Start a crawl
POST /api/v1/crawl
Start an asynchronous crawl of an entire site. This returns a jobId immediately (HTTP 202); poll the summary endpoint until the job is done, then pull per-page data and duplicate reports. The crawl stays on the start URL's host.
Parameters
| Name | Type | Description |
|---|---|---|
url required | string | The site to crawl (query string or body). The crawl stays on this host. |
maxPages optional | integer | Max pages to crawl.

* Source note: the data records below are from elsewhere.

import { and, desc, eq, inArray } from 'drizzle-orm';
import { catalogueSource } from '@shared/livestock/catalogue';
import { parameterCatalogue, parametersFor } from '@shared/parameters/catalogue';
import { parameterKeys, type ParameterKey } from '@shared/parameters/keys';
import { limitTemplates, limitTemplatesSource } from '@shared/parameters/limit-templates';
import { limitsInForce } from '@shared/parameters/limits-in-force';
import {
  rateRuleInHours,
  type ParameterLimitsView,
  type TankLimitsView,
  type TankRateRule,
  type UpdateLimitsInput,
} from '@shared/schemas/limits';
import type { ParameterLimits } from '@shared/parameters/limits';
import type { LimitsInForce } from '@shared/schemas/readings';
import type { AppDeps } from '../deps';
import type { Db } from '../db/client';
import { readings, tankLimits, type tanks } from '../db/schema/index';
import { findTankFor } from '../policy/index';
import type { Actor } from './actors';
import { rejudgeAfterLimitsChange } from './alerts';
import { recordAudit, type AuditSource } from './audit';
import { tankComfortRange } from './livestock';

type TankRow = typeof tanks.$inferSelect;
type LimitRow = typeof tankLimits.$inferSelect;

const boundsOf = (row: LimitRow): ParameterLimits => ({
  warnLow: row.warnLow,
  warnHigh: row.warnHigh,
  critLow: row.critLow,
  critHigh: row.critHigh,
});

const unwatched: ParameterLimits = { warnLow: null, warnHigh: null, critLow: null, critHigh: null };

const sameBounds = (row: LimitRow, limits: ParameterLimits): boolean =>
  row.warnLow === limits.warnLow &&
  row.warnHigh === limits.warnHigh &&
  row.critLow === limits.critLow &&
  row.critHigh === limits.critHigh;

const rateOf = (row: LimitRow): TankRateRule | null =>
  row.rateMaxChange === null || row.ratePerHours === null
    ? null
    : { maxChange: row.rateMaxChange, perHours: row.ratePerHours };

/** A parameter's own row as the audit trail keeps it; null while it follows its style's template. */
const settingsOf = (row: LimitRow | undefined) => (row ? { ...boundsOf(row), rate: rateOf(row) } : null);

const defaultRateOf = (parameter: ParameterKey): TankRateRule | null => {
  const rule = parameterCatalogue[parameter].rateOfChange;
  return rule ? rateRuleInHours(rule) : null;
};

/** The limits in force for one parameter of a tank (see `limitsInForce`), or none. */
export async function parameterLimitsInForce(
  db: Db,
  tank: TankRow,
  parameter: ParameterKey,
): Promise<LimitsInForce> {
  const rows = await db
    .select()
    .from(tankLimits)
    .where(and(eq(tankLimits.tankId, tank.id), eq(tankLimits.parameter, parameter)));
  return limitsInForce(tank.style, rows)[parameter] ?? { limits: null, source: null };
}

export async function getLimits(db: Db, actor: Actor, tankId: string): Promise<TankLimitsView> {
  const tank = await findTankFor(db, actor, tankId, 'read');
  const [rows, comfort] = await Promise.all([
    db.select().from(tankLimits).where(eq(tankLimits.tankId, tank.id)),
    tankComfortRange(db, actor, tank.id),
  ]);
  const own = new Map(rows.map((row) => [row.parameter, row]));
  const template = limitTemplates[tank.style];
  const inForce = limitsInForce(tank.style, rows);
  const names = new Map(comfort.species.map((s) => [s.id, s.commonName]));
  const named = (ids: string[]) => ids.map((id) => names.get(id) ?? id);
  // The water type's parameters, plus any the tank has limits for anyway.
  const shown = new Set<ParameterKey>([...parametersFor(tank.waterType), ...own.keys()]);
  const parameters = parameterKeys
    .filter((key) => shown.has(key))
    .map((parameter): ParameterLimitsView => {
      const row = own.get(parameter);
      const fromTemplate = template[parameter] ?? null;
      const band = comfort.ranges[parameter];
      return {
        parameter,
        limits: inForce[parameter]?.limits ?? null,
        source: inForce[parameter]?.source ?? null,
        template: fromTemplate,
        comfort: band
          ? {
              min: band.min,
              max: band.max,
              limitedBy: { low: named(band.limitedBy.low), high: named(band.limitedBy.high) },
            }
          : null,
        comfortConflict: comfort.conflicts.find((c) => c.parameter === parameter)?.message ?? null,
        rate: row ? rateOf(row) : null,
        defaultRate: defaultRateOf(parameter),
        updatedAt: row?.updatedAt.toISOString() ?? null,
      };
    });
  return {
    style: tank.style,
    templateSource: limitTemplatesSource,
    comfortSource: catalogueSource,
    inhabitants: comfort.species.length,
    parameters,
  };
}

/**
 * One transaction. Limits set to null go back to the template, rates set to null go back to the
 * catalogue default; the others are replaced, and a parameter left out of either is unchanged.
 */
export async function updateLimits(
  deps: AppDeps,
  actor: Actor,
  tankId: string,
  input: UpdateLimitsInput,
  source: AuditSource,
): Promise<TankLimitsView> {
  const { db } = deps;
  const tank = await findTankFor(db, actor, tankId, 'write');
  const limits = input.limits ?? {};
  const rates = input.rates ?? {};
  const touched = [...new Set([...Object.keys(limits), ...Object.keys(rates)])] as ParameterKey[];
  const template = limitTemplates[tank.style];
  if (touched.length > 0) {
    await db.transaction(async (tx) => {
      const rows = await tx
        .select()
        .from(tankLimits)
        .where(and(eq(tankLimits.tankId, tank.id), inArray(tankLimits.parameter, touched)))
        .for('update');
      const own = new Map(rows.map((row) => [row.parameter, row]));
      for (const parameter of touched) {
        const row = own.get(parameter);
        const given = limits[parameter];
        const givenRate = rates[parameter];
        const templateBounds = template[parameter] ?? unwatched;
        const rate = givenRate !== undefined ? givenRate : row ? rateOf(row) : null;
        // null: the parameter follows its style's template.
        let bounds: ParameterLimits | null;
        if (given !== undefined) bounds = given;
        else if (!row) bounds = null;
        // Clearing a rate rule also drops the copy of the template it was kept with (see below).
        else if (givenRate === null && sameBounds(row, templateBounds)) bounds = null;
        else bounds = boundsOf(row);
        if (bounds === null && rate === null) {
          if (row) {
            await tx
              .delete(tankLimits)
              .where(and(eq(tankLimits.tankId, tank.id), eq(tankLimits.parameter, parameter)));
          }
          continue;
        }
        // Tank health, history and the alert engine read any row's bounds as the tank's own, so a
        // rate rule on a parameter that follows its template is kept with a copy of the template.
        const values = {
          ...(bounds ?? templateBounds),
          rateMaxChange: rate?.maxChange ?? null,
          ratePerHours: rate?.perHours ?? null,
          updatedBy: actor.id,
        };
        await tx
          .insert(tankLimits)
          .values({ ...values, tankId: tank.id, parameter })
          .onConflictDoUpdate({
            target: [tankLimits.tankId, tankLimits.parameter],
            set: { ...values, updatedAt: new Date() },
          });
      }
      const after = await tx
        .select()
        .from(tankLimits)
        .where(and(eq(tankLimits.tankId, tank.id), inArray(tankLimits.parameter, touched)));
      const saved = new Map(after.map((row) => [row.parameter, row]));
      await recordAudit(tx, {
        companyId: tank.companyId,
        actor,
        action: 'limits.changed',
        target: { kind: 'tank', id: tank.id, label: tank.name },
        before: Object.fromEntries(touched.map((p) => [p, settingsOf(own.get(p))])),
        after: Object.fromEntries(touched.map((p) => [p, settingsOf(saved.get(p))])),
        source,
      });
    });
    // New limits apply at once: the latest readings are judged again, so an alert the old limits
    // opened closes (or one the new limits call for opens) without waiting for the next reading.
    const latest = await db
      .selectDistinctOn([readings.parameter], {
        parameter: readings.parameter,
        value: readings.value,
        measuredAt: readings.measuredAt,
        source: readings.source,
      })
      .from(readings)
      .where(and(eq(readings.tankId, tank.id), inArray(readings.parameter, touched)))
      .orderBy(readings.parameter, desc(readings.measuredAt));
    await rejudgeAfterLimitsChange(deps, tank.id, latest);
  }
  return getLimits(db, actor, tank.id);
}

Default 50, max 200. |
Request
Response
202 · application/json
- {
- "jobId": "crw_828120c927867e4244a921a0",
- "status": "queued",
- "startUrl": "https://example.com",
- "maxPages": 50,
- "links": {
- "summary": "https://www.ranknibbler.com/api/v1/crawl/crw_828120c927867e4244a921a0/summary"
- }
- }
Response fields
| Field | Description |
|---|---|
jobId | Opaque id; pass it to the crawl result endpoints. |
status | queued, then running, then done or error. |
startUrl | The resolved URL the crawl started from. |
maxPages | The effective page budget for this crawl. |
links.summary | A ready-made URL to poll for progress and results. |
Polling the crawl
Poll /api/v1/crawl/{jobId}/summary until status is done, then read the result endpoints:
- Crawl summary —
/api/v1/crawl/{jobId}/summary, site-wide metrics and progress. - Crawl pages —
/api/v1/crawl/{jobId}/pages, every crawled URL with checks. - Duplicate tags (
/duplicate-tags) and Duplicate content (/duplicate-content).